Epsilon non-Greedy: A Bandit Approach for Unbiased Recommendation via Uniform Data
This addresses bias in recommendation systems for users and platforms, but it is incremental as it builds on existing debiasing methods with a new training schema.
The paper tackles the self-feedback loop bias in continuously trained recommendation systems by proposing a framework that uses a small amount of uniformly collected data to learn an unbiased estimator and generate improved training data for subsequent iterations, demonstrating superiority over state-of-the-art debiasing methods in experiments.
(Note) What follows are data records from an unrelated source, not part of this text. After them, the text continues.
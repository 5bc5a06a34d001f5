import { useMe } from "@/features/auth/api/get-me";
import { auditCsvUrl, useAudit } from "@/features/admin/api/get-audit";
import { AdminTabs } from "@/features/admin/components/admin-tabs";
import { AuditTable } from "@/features/admin/components/audit-table";
import { ListControls } from "@/components/lists/list-controls";
import { listFieldErrors } from "@/components/lists/list-field-errors";
import { PagedList } from "@/components/lists/paged-list";
import { useListQuery } from "@/components/lists/use-list-query";
import { Button, buttonClass } from "@/components/ui/button";
import { Card, CardBody } from "@/components/ui/card";
import { PageHeader } from "@/components/ui/page-header";
import { EmptyState } from "@/components/ui/states";

const AUDIT_SORTS = [
  { value: "createdAt:desc", label: "Newest first" },
  { value: "createdAt:asc", label: "Oldest first" },
  { value: "action:asc", label: "Action A–Z" },
  { value: "entityType:asc", label: "Kind of thing" },
];

const ENTITY_TYPES = ["run", "pathway", "model-version", "peril-profile", "portfolio", "user", "organisation", "mail"];

export default function AdminAuditPage() {
  const me = useMe();
  // Sign-ins are most of a busy day's trail; they are hidden (and counted) unless asked for.
  const list = useListQuery({
    defaultSort: "createdAt:desc",
    filterKeys: ["actor", "entity", "action", "entityType", "from", "to", "hideSignIns"],
    defaultFilters: { hideSignIns: "true" },
  });
  const { q, sort, limit, offset, filters } = list.state;
  const query = {
    q,
    sort,
    limit,
    offset,
    actor: filters.actor,
    entity: filters.entity,
    action: filters.action,
    entityType: filters.entityType,
    from: filters.from,
    to: filters.to,
    hideSignIns: filters.hideSignIns === "true",
  };
  const audit = useAudit(query);
  const hidden = audit.data?.hiddenSignIns ?? 0;
  return (
    <>
      <PageHeader
        kicker="Admin"
        title="Audit log"
        description="Append-only, with who and when: state changes (drafts, submissions, approvals and rejections, retirements, runs, uploads), exports, invitations and role changes, and every sign-in or refused sign-in, with the IP address. Names are today's names of the people and things involved. Times are UTC in the CSV."
        actions={
          <a className={buttonClass("secondary")} href={auditCsvUrl(query)} download>
            Download CSV
          </a>
        }
      />
      <AdminTabs permissions={me.data?.permissions ?? []} />
      <Card className="mb-4">
        <CardBody>
          <ListControls
            noun="the audit log"
            state={list.state}
            onChange={list.update}
            errors={listFieldErrors(audit.error)}
            searchHint="Summary, action or a person's name or email"
            sortOptions={AUDIT_SORTS}
            texts={[
              { key: "actor", label: "Who", placeholder: "Name or email" },
              { key: "entity", label: "About", placeholder: "Name of a run, pathway, version…" },
              { key: "action", label: "Action", placeholder: "e.g. model-version.approved" },
            ]}
            selects={[{ key: "entityType", label: "Kind of thing", options: ENTITY_TYPES.map((t) => ({ value: t, label: t })) }]}
            toggles={[{ key: "hideSignIns", label: "Hide sign-ins" }]}
            dates
          />
        </CardBody>
      </Card>
      {hidden > 0 && (
        <p className="mb-2 flex items-center gap-2 text-sm text-muted">
          {hidden.toLocaleString("en-GB")} successful sign-in{hidden === 1 ? "" : "s"} hidden.
          <Button variant="ghost" size="sm" onClick={() => list.update({ filters: { hideSignIns: "false" } })}>
            Show them
          </Button>
        </p>
      )}
      <Card>
        <PagedList result={audit} noun="events" state={list.state} onOffset={list.setOffset} empty={<EmptyState title="No events match" />}>
          {(items) => <AuditTable events={items} />}
        </PagedList>
      </Card>
    </>
  );
}
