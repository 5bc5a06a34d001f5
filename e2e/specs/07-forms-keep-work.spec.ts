import { expect, test, type Page } from "@playwright/test";
import { snap } from "../support/screenshots";
import { signIn } from "../support/sign-in";

/**
 * Forms never lose work: an analyst starts a model version, tries to leave (the app asks),
 * reloads (the draft comes back with its time), then discards it on the way out; the actuary's
 * peril-profile editor asks the same and lays out at 1280 and 1440 px.
 */
test.describe.configure({ mode: "serial" });

test("the model-version editor asks before leaving, keeps a draft across a reload, and forgets it when discarded", async ({
  page,
}, testInfo) => {
  await signIn(page, "analyst");
  await page.goto("/model-versions/new");
  await expect(page.getByRole("heading", { level: 1, name: "New model version" })).toBeVisible();
  const name = page.getByRole("textbox", { name: "Name" });
  await name.fill("Unsaved tail study");

  // Leaving through the navigation is held until the person chooses.
  await page.getByRole("navigation", { name: "Main" }).getByRole("link", { name: "Runs", exact: true }).click();
  const dialog = page.getByRole("alertdialog", { name: "Leave without saving?" });
  await expect(dialog).toBeVisible();
  await snap(page, testInfo, "leave-confirm");
  await dialog.getByRole("button", { name: "Keep editing" }).click();
  await expect(dialog).toHaveCount(0);
  await expect(page).toHaveURL(/\/model-versions\/new$/);
  await expect(name).toHaveValue("Unsaved tail study");

  // A reload: the browser's own prompt is accepted, and the draft comes back with its time in UTC.
  page.once("dialog", (d) => void d.accept());
  await page.reload();
  await expect(page.getByText(/^Restored unsaved draft from \d{4}-\d{2}-\d{2} \d{2}:\d{2} UTC\.$/)).toBeVisible();
  await expect(page.getByRole("textbox", { name: "Name" })).toHaveValue("Unsaved tail study");
  await snap(page, testInfo, "restored-draft");

  // Discarding on the way out leaves, and the next visit starts clean.
  await page.getByRole("navigation", { name: "Main" }).getByRole("link", { name: "Runs", exact: true }).click();
  await page.getByRole("alertdialog").getByRole("button", { name: "Discard changes and leave" }).click();
  await expect(page).toHaveURL(/\/runs$/);
  await page.goto("/model-versions/new");
  await expect(page.getByRole("textbox", { name: "Name" })).not.toHaveValue("Unsaved tail study");
  await expect(page.getByText(/Restored unsaved draft/)).toHaveCount(0);
});

for (const width of [1280, 1440]) {
  test(`the peril-profile editor lays out at ${width} px and asks before leaving`, async ({ page }, testInfo) => {
    await page.setViewportSize({ width, height: 900 });
    await signIn(page, "actuary");
    await page.goto("/peril-lens/profiles/new");
    const name = page.getByRole("textbox", { name: "Name" });
    await expect(name).toBeVisible();
    // The Name box has room for a real name, and no label wraps to one word per line.
    expect((await name.boundingBox())!.width).toBeGreaterThanOrEqual(240);
    const baseline = page.getByText("Warming already in the risk view (K above 1850–1900)");
    expect((await baseline.boundingBox())!.height).toBeLessThanOrEqual(44);
    await expectSelectsFit(page);
    await snap(page, testInfo, `peril-profile-editor-${width}`);
    await page.getByRole("radio", { name: "Tables by warming level and return period" }).click();
    await expectSelectsFit(page);
    await snap(page, testInfo, `peril-profile-editor-tables-${width}`);

    await name.fill("Hail, Eastvale (unsaved)");
    await leaveAndDiscard(page);
  });
}

async function leaveAndDiscard(page: Page) {
  await page.getByRole("navigation", { name: "Main" }).getByRole("link", { name: "Desk", exact: true }).click();
  await expect(page.getByRole("alertdialog", { name: "Leave without saving?" })).toBeVisible();
  await page.getByRole("button", { name: "Discard changes and leave" }).click();
  await expect(page).not.toHaveURL(/profiles\/new/);
}

/** Every select shows its chosen option whole and stays inside its card. */
async function expectSelectsFit(page: Page) {
  for (const select of await page.locator("main select").all()) {
    const fits = await select.evaluate((el: HTMLSelectElement) => {
      const option = el.selectedOptions[0]?.textContent ?? "";
      const probe = document.createElement("span");
      probe.style.font = getComputedStyle(el).font;
      probe.textContent = option;
      document.body.append(probe);
      const textWidth = probe.getBoundingClientRect().width;
      probe.remove();
      const card = el.closest("section")?.getBoundingClientRect();
      const box = el.getBoundingClientRect();
      // Room for the text plus the padding and the arrow (about 40 px), inside the card.
      return textWidth + 40 <= box.width && (!card || box.right <= card.right);
    });
    expect(fits, `the select showing "${await select.evaluate((el: HTMLSelectElement) => el.selectedOptions[0]?.textContent)}" fits`).toBe(
      true,
    );
  }
}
Often, recommendation systems employ continuous training, leading to a self-feedback loop bias in which the system becomes biased toward its previous recommendations. Recent studies have attempted to mitigate this bias by collecting small amounts of unbiased data. While these studies have successfully developed less biased models, they ignore the crucial fact that the recommendations generated by the model serve as the training data for subsequent training sessions. To address this issue, we propose a framework that learns an unbiased estimator using a small amount of uniformly collected data and focuses on generating improved training data for subsequent training iterations. To accomplish this, we view recommendation as a contextual multi-arm bandit problem and emphasize on exploring items that the model has a limited understanding of. We introduce a new offline sequential training schema that simulates real-world continuous training scenarios in recommendation systems, offering a more appropriate framework for studying self-feedback bias. We demonstrate the superiority of our model over state-of-the-art debiasing methods by conducting extensive experiments using the proposed training schema.